In a decision by The Supreme Court of Georgia, Joyce K. Batterson will be denied a waiver to licensed in that state in that she graduated from an online law school, licensed by the State of California, Northwestern California University School of Law.
According to the Georgia Supreme Court Decision, the Georgia Board of Law Examiners properly denied Ms. Batterson's waiver because she failed to provide sufficient proof that the non-ABA-accredited law school from which she received her JD was equivalent in its education to an ABA-accredited law school.
In what seemed to be a rather picky decision, Ms. Batterson had provided not only a letter from the Dean of NWCU concerning the education of that school, but also letters from an Associate Dean of Thomas Jefferson School of Law, an ABA-accredit law school from which Ms. Batterson received an LL.M degree.
The Georgia Supreme Court believed that the TJSL letters contained "only general conclusions" that Ms. Batterson's legal education was on par with that of an ABA-accredited school.
Although, I believe that this is a perfect example why students need to attend ABA-accredited law schools when possible, it does seem to me that the Georgia requirements are generally impossible to achieve. For example, it will be nearly impossible for ABA-accredited law school professors to discuss the educational standards of a particular non-ABA-accredited law school. Secondarily, given the requirements for accreditation under the ABA, no online law school will ever meet those ABA-accredited law school equivalences.

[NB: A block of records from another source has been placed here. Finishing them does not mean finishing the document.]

def fit_temperature_calibration(
    setpoint_k: Sequence[float] | np.ndarray,
    temperature_k: Sequence[float] | np.ndarray,
    degree: int = 1,
    *,
    source: str | None = None,
) -> TemperatureCalibration:
    """Fit true sample temperature (K) against set-point (K) by a polynomial of low degree.

    Parameters
    ----------
    setpoint_k : array
        Temperatures set on (or shown by) the VT unit, K.
    temperature_k : array
        True sample temperatures measured with a thermometer, K.
    degree : int
        1 (straight line, the usual choice), 2 or 3.
    source : str, optional
        File name for messages.

    Returns
    -------
    TemperatureCalibration

    Raises
    ------
    InputError
        Degree outside 1-3, or too few points to estimate the uncertainty (degree + 2 needed).
    """
    s = np.asarray(setpoint_k, dtype=float)
    t = np.asarray(temperature_k, dtype=float)
    if degree not in (1, 2, 3):
        raise InputError(f"degree must be 1, 2 or 3, got {degree}", source, "degree")
    if s.shape != t.shape or s.ndim != 1:
        raise InputError("set-points and temperatures must be lists of equal length", source)
    if len(np.unique(s)) < degree + 2:
        raise InputError(
            f"a degree-{degree} calibration needs at least {degree + 2} different set-points to estimate its uncertainty",
            source,
        )
    centre = float(s.mean())
    v = np.vander(s - centre, degree + 1, increasing=True)
    coefficients, *_ = np.linalg.lstsq(v, t, rcond=None)
    dof = len(s) - degree - 1
    scatter = math.sqrt(float(((t - v @ coefficients) ** 2).sum()) / dof)
    covariance = scatter**2 * np.linalg.inv(v.T @ v)
    return TemperatureCalibration(s, t, degree, coefficients, covariance, centre, scatter, source)


def read_temperature_calibration(
    path: str | Path, degree: int = 1, thermometer: str | ShiftThermometer | None = None
) -> TemperatureCalibration:
    """Read and fit a calibration table (CSV).

    Columns: ``setpoint_k`` and either ``temperature_k`` (true temperature) or ``shift_difference_ppm``
    (thermometer reading; give `thermometer`).

    Parameters
    ----------
    path : str or Path
        The CSV file.
    degree : int
        Polynomial degree (1-3).
    thermometer : str or ShiftThermometer, optional
        Thermometer that turns ``shift_difference_ppm`` into temperatures.

    Returns
    -------
    TemperatureCalibration
    """
    table = read_table(path, ("setpoint_k",), ("temperature_k", "shift_difference_ppm"))
    setpoints = table.numbers("setpoint_k")
    for i, value in enumerate(setpoints):
        check_kelvin(value, "setpoint_k", table.source, table.where(i))
    if table.has("temperature_k"):
        temperatures = table.numbers("temperature_k")
        for i, value in enumerate(temperatures):
            check_kelvin(value, "temperature_k", table.source, table.where(i))
    elif table.has("shift_difference_ppm"):
        if thermometer is None:
            raise InputError("the table gives shift_difference_ppm: say which thermometer (methanol or glycol)", table.source)
        thermo = get_thermometer(thermometer)
        dd = table.numbers("shift_difference_ppm")
        temperatures = np.array([thermo.temperature(d, source=table.source, where=table.where(i)) for i, d in enumerate(dd)])
    else:
        raise InputError("the table needs a temperature_k or a shift_difference_ppm column", table.source)
    return fit_temperature_calibration(setpoints, temperatures, degree, source=table.source)


# --------------------------------------------------------------------------------------------------
# A calibration from thermometer spectra
# --------------------------------------------------------------------------------------------------

CALIBRATION_LIST_COLUMNS = ("setpoint_k", "file")


@dataclass(frozen=True)
class CalibrationFromSpectra(NotebookView):
    """A set-point calibration built from thermometer spectra, one per set-point.

    Attributes
    ----------
    setpoint_k : ndarray
        Set-points of the spectra that were read, K.
    readings : tuple of ThermometerReading
        The thermometer reading of each of them.
    calibration : TemperatureCalibration
        The polynomial fitted through (set-point, sample temperature).
    skipped : tuple of str
        Spectra that could not be read or lie outside the thermometer's range, with the reason.
    source : str
        The list file.
    """

    setpoint_k: np.ndarray
    readings: tuple[ThermometerReading, ...]
    calibration: TemperatureCalibration
    skipped: tuple[str, ...]
    source: str

    def table_csv(self) -> str:
        """The calibration table (CSV) that :func:`read_temperature_calibration` reads: setpoint_k,
        temperature_k, shift_difference_ppm, thermometer and file; skipped spectra as comment lines."""
        lines = [f"# temperature calibration from {len(self.readings)} {self.readings[0].thermometer.name} thermometer "
                 f"spectra ({self.readings[0].thermometer.reference}); list {Path(self.source).name}"]
        lines += [f"# not used: {reason}" for reason in self.skipped]
        lines.append("setpoint_k,temperature_k,shift_difference_ppm,thermometer,file")
        lines += [f"{s!r},{r.temperature_k!r},{r.shift_difference_ppm!r},{r.thermometer.name},{_csv_cell(r.source)}"
                  for s, r in zip(self.setpoint_k.tolist(), self.readings)]
        return "\n".join(lines) + "\n"

    def to_dict(self) -> dict:
        """Plain dict (JSON-ready): the readings with their set-points, the fitted calibration, the cautions."""
        out = readings_to_dict(list(self.readings))
        for entry, setpoint in zip(out["readings"], self.setpoint_k.tolist()):
            entry["setpoint_k"] = setpoint
        out.update(calibration_fit=self.calibration.to_dict(), skipped=list(self.skipped), source=self.source)
        return out

    def report(self) -> str:
        """The readings, the fitted calibration and what was skipped."""
        lines = [r.report() for r in self.readings] + ["", self.calibration.report()]
        lines += [f"not used: {reason}" for reason in self.skipped]
        return "\n".join(lines)

    def __str__(self) -> str:
        return self.report()


def _csv_cell(text: str | None) -> str:
    text = text or ""
    return '"' + text.replace('"', '""') + '"' if any(c in text for c in ',"\n') else text


def calibration_from_spectra(
    list_path: str | Path,
    thermometer: str | ShiftThermometer = "methanol",
    degree: int = 1,
    *,
    frequency_mhz: float | None = None,
) -> CalibrationFromSpectra:
    """Read the thermometer spectra a list names, one per set-point, and fit the set-point calibration.

    Parameters
    ----------
    list_path : str or Path
        CSV with the columns ``setpoint_k`` (K) and ``file`` (a thermometer spectrum: text, JCAMP-DX or a
        processed folder, relative to the list).
    thermometer : str or ShiftThermometer
        'methanol' or 'glycol' (see :data:`THERMOMETER_CAUTIONS` before using either).
    degree : int
        Degree of the calibration polynomial (1-3).
    frequency_mhz : float, optional
        Spectrometer frequency, MHz (for spectra with a Hz axis).

    Returns
    -------
    CalibrationFromSpectra
        A spectrum that cannot be read, or reads outside the thermometer's range, is skipped with the
        reason; the others are kept.

    Raises
    ------
    InputError
        A bad list (missing column, set-point in degrees Celsius), or too few spectra left for the degree.
    """
    table = read_table(list_path, CALIBRATION_LIST_COLUMNS)
    thermo = get_thermometer(thermometer)
    folder = Path(list_path).parent
    setpoints, readings, skipped = [], [], []
    for i, (value, name) in enumerate(zip(table.numbers("setpoint_k"), table.text("file"))):
        check_kelvin(value, "setpoint_k", table.source, table.where(i))
        if not name:
            raise InputError("empty file cell; name the thermometer spectrum", table.source, table.where(i))
        try:
            readings.append(temperature_from_file(folder / name, thermo, frequency_mhz=frequency_mhz))
            setpoints.append(value)
        except InputError as err:
            skipped.append(f"{table.where(i)} ({name}): {err}")
    if not readings:
        raise InputError(f"no thermometer spectrum could be read; first problem: {skipped[0]}", table.source)
    setpoint_k = np.array(setpoints)
    calibration = fit_temperature_calibration(setpoint_k, [r.temperature_k for r in readings], degree,
                                              source=table.source)
    return CalibrationFromSpectra(setpoint_k, tuple(readings), calibration, tuple(skipped), table.source)
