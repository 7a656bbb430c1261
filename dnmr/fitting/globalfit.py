"""Global fit of a variable-temperature series: dH‡ and dS‡ fitted to all spectra at once.

Model
-----
Every spectrum i of the series (sample temperature T_i, K; its region, noise and nuisance terms as in
:mod:`dnmr.fitting.spectrumfit`) is predicted from one set of global parameters:

* rates: k_p(T_i) = (kB T_i / h) exp(dS‡_p / R) exp(-dH‡_p / (R T_i)) for every process p (Eyring,
  transmission coefficient 1); parameters ``enthalpy_kj_mol_<p>`` (kJ/mol), ``entropy_j_mol_k_<p>``
  (J/(mol K)).  T_i is the true sample temperature: the series' set-point passed through the
  calibration when one is given.
* shifts (ppm), couplings (Hz) and the intrinsic linewidth (Hz) are smooth functions of temperature,
  polynomials in (T - T_ref) with T_ref the mean temperature: ``<name>`` (value at T_ref),
  ``<name>_per_k`` (slope, per K) and ``<name>_per_k2`` (curvature, per K^2) for the trends
  ``constant``, ``linear`` (the default of all three) and ``quadratic``.  Names: ``shift_ppm_<state>_<spin>``,
  ``coupling_hz_<state>_<a>_<b>`` (every coupling the model gives), ``linewidth_hz_<state>`` (one for
  all states unless the series fits them per state).  The linewidth may instead be fitted in every
  spectrum (``per-spectrum``; then it trades against the exchange broadening in fast exchange).
  The slow-exchange spectra fix the trends; the spectra where exchange merged the lines follow them.
* populations of states whose model populations differ (or which the series fits): van 't Hoff,
  ln(p_j / p_1) = -dH_j / (R T) + dS_j / R relative to the first state, parameters
  ``state_enthalpy_kj_mol_<state>`` and ``state_entropy_j_mol_k_<state>``; otherwise the model's
  populations at T_i.
* per spectrum (prefix ``s<i>_``, i its place in the series file): amplitude, baseline, phase and
  frequency offset, fitted jointly with the rest, as its own fit options allow.  A common move of
  every line is the same as a frequency offset, so the offsets are anchored: they are held to zero mean
  and, for linear (quadratic) shift trends, to no linear (and quadratic) trend in T -- a gauge
  condition (two extra residuals) that changes nothing the spectra determine.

My point is that Georgia has effectively written rules for waivers that can almost never be met. I think they know this. If you do not like something, you do not have to prohibit it as you can just legislate it out of existence. It is an old trick that the bar itself employs too much.
Much like the Massachusetts Supreme Judicial Court granting Ross E. Mitchell a waiver after he graduated from Concord, an online law school, to sit for the State's bar, the better course should not be to compare schools and education systems, but the qualifications, skills and knowledge of the law graduate applying for a waiver.
The bottom line, whether Ms. Batterson was qualified or not, and although the Georgia Supreme Court gave short rift to it, ABA rules for accreditation are becoming quickly and seriously outmoded in our Third Wave world. Partly as a result, law schools are becoming too expensive. In fact, they are increasingly becoming cost prohibitive for the exact reason that they do not use technology effectively to increase overhead and costs.
Georgia needs to consider the person and not the school in the granting of waivers.
Ms. Batterson did not comply with the basic requirement(s) of the court. While I mostly agree w/ your assesment of the issue(s). The court never had a chance to discuss her merits as she not only only supplied general statements but did so from the wrong individual(s).
The Court asked for a response from an ABA institution and that it be given by the Dean or his designee, I do not beleive that the Assoc. Dean fits that description. Further, the Dean of NWCU is also irrelevant as the school is not ABA accreditated.
I would have loved to see the court decide on the merits and qualification(s) of Ms Batterson as opposed to her inability to present them w/ the initial document(s).
Posted by: D N | November 28, 2009 at 11:06 AM
I believe that you meant to state: "In fact, they are increasingly becoming cost prohibitive for the exact reason that they do not use technology effectively to DECREASE (not increase) overhead and costs."
Also, knowing Ross Mitchell I can tell that he had already been admitted in Cali for 5yrs prior appealing to MA Sup. Crt, Cheers!